[Source records]
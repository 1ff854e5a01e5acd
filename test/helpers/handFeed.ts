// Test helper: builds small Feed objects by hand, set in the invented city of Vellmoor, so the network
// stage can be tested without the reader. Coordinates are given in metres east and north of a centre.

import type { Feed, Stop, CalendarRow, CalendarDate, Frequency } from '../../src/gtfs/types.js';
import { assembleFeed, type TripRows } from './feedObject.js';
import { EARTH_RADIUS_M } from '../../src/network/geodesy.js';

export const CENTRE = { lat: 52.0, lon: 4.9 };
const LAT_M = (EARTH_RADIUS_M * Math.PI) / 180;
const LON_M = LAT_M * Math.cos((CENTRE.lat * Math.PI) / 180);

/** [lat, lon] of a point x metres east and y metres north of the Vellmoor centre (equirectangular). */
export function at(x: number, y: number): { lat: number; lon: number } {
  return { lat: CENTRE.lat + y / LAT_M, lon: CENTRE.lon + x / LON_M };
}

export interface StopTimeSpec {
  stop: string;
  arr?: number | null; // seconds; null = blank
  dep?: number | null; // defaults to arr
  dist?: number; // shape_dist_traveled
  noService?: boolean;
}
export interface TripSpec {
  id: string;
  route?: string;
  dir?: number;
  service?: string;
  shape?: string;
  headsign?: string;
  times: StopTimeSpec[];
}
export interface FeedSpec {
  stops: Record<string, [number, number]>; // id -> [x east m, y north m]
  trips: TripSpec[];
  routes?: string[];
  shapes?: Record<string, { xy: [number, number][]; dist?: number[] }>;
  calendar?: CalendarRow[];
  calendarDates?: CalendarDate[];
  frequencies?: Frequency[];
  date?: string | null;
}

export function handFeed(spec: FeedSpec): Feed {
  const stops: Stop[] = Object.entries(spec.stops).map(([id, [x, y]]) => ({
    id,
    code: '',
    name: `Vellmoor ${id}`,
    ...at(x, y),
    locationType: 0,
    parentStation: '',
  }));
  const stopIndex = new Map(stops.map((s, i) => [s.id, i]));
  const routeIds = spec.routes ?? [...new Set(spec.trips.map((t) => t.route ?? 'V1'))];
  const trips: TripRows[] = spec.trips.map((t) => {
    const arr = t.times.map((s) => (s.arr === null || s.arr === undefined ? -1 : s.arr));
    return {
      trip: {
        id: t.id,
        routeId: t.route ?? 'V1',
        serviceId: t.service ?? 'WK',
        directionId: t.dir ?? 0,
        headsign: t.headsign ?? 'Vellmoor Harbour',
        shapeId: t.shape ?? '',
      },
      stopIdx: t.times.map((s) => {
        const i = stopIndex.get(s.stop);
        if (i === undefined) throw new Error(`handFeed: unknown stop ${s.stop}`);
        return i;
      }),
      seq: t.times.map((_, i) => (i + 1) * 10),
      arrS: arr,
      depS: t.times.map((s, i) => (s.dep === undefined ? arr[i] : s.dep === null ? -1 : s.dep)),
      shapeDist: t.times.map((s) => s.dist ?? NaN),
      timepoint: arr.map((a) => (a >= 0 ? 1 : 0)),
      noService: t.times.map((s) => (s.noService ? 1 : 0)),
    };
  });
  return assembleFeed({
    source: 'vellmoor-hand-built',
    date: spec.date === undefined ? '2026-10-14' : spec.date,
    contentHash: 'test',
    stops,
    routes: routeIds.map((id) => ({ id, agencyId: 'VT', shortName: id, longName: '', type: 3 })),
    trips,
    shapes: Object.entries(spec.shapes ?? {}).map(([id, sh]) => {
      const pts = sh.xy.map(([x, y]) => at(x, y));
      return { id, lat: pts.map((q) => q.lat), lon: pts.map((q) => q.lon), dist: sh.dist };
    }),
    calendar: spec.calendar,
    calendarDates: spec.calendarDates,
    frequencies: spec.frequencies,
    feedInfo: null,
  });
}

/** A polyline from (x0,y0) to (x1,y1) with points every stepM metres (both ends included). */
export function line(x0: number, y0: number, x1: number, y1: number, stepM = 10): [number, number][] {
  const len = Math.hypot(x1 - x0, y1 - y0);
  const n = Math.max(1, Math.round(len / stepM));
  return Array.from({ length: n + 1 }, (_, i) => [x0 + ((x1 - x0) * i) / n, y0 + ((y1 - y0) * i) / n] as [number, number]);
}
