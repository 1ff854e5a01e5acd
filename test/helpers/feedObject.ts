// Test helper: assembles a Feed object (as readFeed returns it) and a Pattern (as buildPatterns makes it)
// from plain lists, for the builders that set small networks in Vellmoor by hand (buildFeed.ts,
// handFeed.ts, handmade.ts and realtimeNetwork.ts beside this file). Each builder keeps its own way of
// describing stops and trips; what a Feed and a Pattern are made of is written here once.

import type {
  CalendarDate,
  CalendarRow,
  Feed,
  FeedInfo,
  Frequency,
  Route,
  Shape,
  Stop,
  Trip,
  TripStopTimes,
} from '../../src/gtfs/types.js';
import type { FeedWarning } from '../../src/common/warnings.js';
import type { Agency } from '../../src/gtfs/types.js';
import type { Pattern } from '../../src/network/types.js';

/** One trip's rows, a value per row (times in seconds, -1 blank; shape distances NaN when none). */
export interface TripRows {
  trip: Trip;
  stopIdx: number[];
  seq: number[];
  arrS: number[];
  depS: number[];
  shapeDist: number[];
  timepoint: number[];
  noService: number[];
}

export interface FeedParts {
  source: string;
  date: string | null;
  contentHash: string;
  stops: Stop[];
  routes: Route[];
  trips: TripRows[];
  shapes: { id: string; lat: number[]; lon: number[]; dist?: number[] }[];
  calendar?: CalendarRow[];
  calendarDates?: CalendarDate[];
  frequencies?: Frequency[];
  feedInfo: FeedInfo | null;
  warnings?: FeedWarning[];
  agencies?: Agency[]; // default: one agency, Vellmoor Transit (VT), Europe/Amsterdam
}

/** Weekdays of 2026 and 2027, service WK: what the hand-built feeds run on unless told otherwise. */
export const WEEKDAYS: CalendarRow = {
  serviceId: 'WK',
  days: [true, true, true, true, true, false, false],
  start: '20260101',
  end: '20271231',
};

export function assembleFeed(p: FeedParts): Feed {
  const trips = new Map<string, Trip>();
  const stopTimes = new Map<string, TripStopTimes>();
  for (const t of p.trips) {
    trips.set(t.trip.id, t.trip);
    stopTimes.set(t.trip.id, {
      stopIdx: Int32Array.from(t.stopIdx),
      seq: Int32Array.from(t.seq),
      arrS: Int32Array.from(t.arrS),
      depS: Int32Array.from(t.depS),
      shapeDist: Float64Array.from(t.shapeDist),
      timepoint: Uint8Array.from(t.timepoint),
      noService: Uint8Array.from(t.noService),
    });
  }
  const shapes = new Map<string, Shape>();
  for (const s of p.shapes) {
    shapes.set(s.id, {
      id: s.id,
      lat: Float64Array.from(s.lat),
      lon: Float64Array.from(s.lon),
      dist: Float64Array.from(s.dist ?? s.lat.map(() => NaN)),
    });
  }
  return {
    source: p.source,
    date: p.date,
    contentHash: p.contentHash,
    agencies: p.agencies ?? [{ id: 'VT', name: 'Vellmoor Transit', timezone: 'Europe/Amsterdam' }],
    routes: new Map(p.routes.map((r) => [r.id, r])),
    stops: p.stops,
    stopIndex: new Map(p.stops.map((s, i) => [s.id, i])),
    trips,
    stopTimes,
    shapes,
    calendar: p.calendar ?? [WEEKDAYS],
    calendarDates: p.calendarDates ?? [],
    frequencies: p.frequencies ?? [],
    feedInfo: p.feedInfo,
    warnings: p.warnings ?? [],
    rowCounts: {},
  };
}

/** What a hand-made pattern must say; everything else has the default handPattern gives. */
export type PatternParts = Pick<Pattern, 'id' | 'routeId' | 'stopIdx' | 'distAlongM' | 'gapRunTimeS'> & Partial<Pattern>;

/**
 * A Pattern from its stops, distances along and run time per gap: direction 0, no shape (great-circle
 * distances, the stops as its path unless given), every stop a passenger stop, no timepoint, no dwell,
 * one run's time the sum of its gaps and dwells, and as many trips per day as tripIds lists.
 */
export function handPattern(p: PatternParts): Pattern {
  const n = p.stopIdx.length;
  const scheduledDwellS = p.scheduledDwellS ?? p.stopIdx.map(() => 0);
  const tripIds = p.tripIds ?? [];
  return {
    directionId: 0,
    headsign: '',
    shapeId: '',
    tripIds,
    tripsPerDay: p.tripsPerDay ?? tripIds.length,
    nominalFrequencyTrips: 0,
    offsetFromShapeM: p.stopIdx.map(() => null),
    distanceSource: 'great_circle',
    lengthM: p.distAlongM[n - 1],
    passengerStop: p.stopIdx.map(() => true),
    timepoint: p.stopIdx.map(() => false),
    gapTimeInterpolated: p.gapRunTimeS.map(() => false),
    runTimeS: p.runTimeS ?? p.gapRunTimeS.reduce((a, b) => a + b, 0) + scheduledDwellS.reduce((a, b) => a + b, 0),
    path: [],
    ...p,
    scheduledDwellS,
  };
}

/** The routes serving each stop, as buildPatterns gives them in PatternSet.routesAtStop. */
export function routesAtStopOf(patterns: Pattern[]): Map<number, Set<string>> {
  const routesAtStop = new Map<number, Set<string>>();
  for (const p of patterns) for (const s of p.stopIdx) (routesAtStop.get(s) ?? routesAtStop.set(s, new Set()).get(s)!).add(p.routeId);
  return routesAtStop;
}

TASK ITEM: Beginning at the top of the data, extract each line through the line containing "export function handFeed(spec: FeedSpec): Feed" and return those lines exactly, with nothing added.

ANSWER TO THIS EXERCISE:
repository 1ff854e5a01e5acd
filename test/helpers/handFeed.ts
// Test helper: builds small Feed objects by hand, set in the invented city of Vellmoor, so the network
// stage can be tested without the reader. Coordinates are given in metres east and north of a centre.

import type { Feed, Stop, CalendarRow, CalendarDate, Frequency } from '../../src/gtfs/types.js';
import { assembleFeed, type TripRows } from './feedObject.js';
import { EARTH_RADIUS_M } from '../../src/network/geodesy.js';

export const CENTRE = { lat: 52.0, lon: 4.9 };
const LAT_M = (EARTH_RADIUS_M * Math.PI) / 180;
const LON_M = LAT_M * Math.cos((CENTRE.lat * Math.PI) / 180);

/** [lat, lon] of a point x metres east and y metres north of the Vellmoor centre (equirectangular). */
export function at(x: number, y: number): { lat: number; lon: number } {
  return { lat: CENTRE.lat + y / LAT_M, lon: CENTRE.lon + x / LON_M };
}

export interface StopTimeSpec {
  stop: string;
  arr?: number | null; // seconds; null = blank
  dep?: number | null; // defaults to arr
  dist?: number; // shape_dist_traveled
  noService?: boolean;
}
export interface TripSpec {
  id: string;
  route?: string;
  dir?: number;
  service?: string;
  shape?: string;
  headsign?: string;
  times: StopTimeSpec[];
}
export interface FeedSpec {
  stops: Record<string, [number, number]>; // id -> [x east m, y north m]
  trips: TripSpec[];
  routes?: string[];
  shapes?: Record<string, { xy: [number, number][]; dist?: number[] }>;
  calendar?: CalendarRow[];
  calendarDates?: CalendarDate[];
  frequencies?: Frequency[];
  date?: string | null;
}

export function handFeed(spec: FeedSpec): Feed {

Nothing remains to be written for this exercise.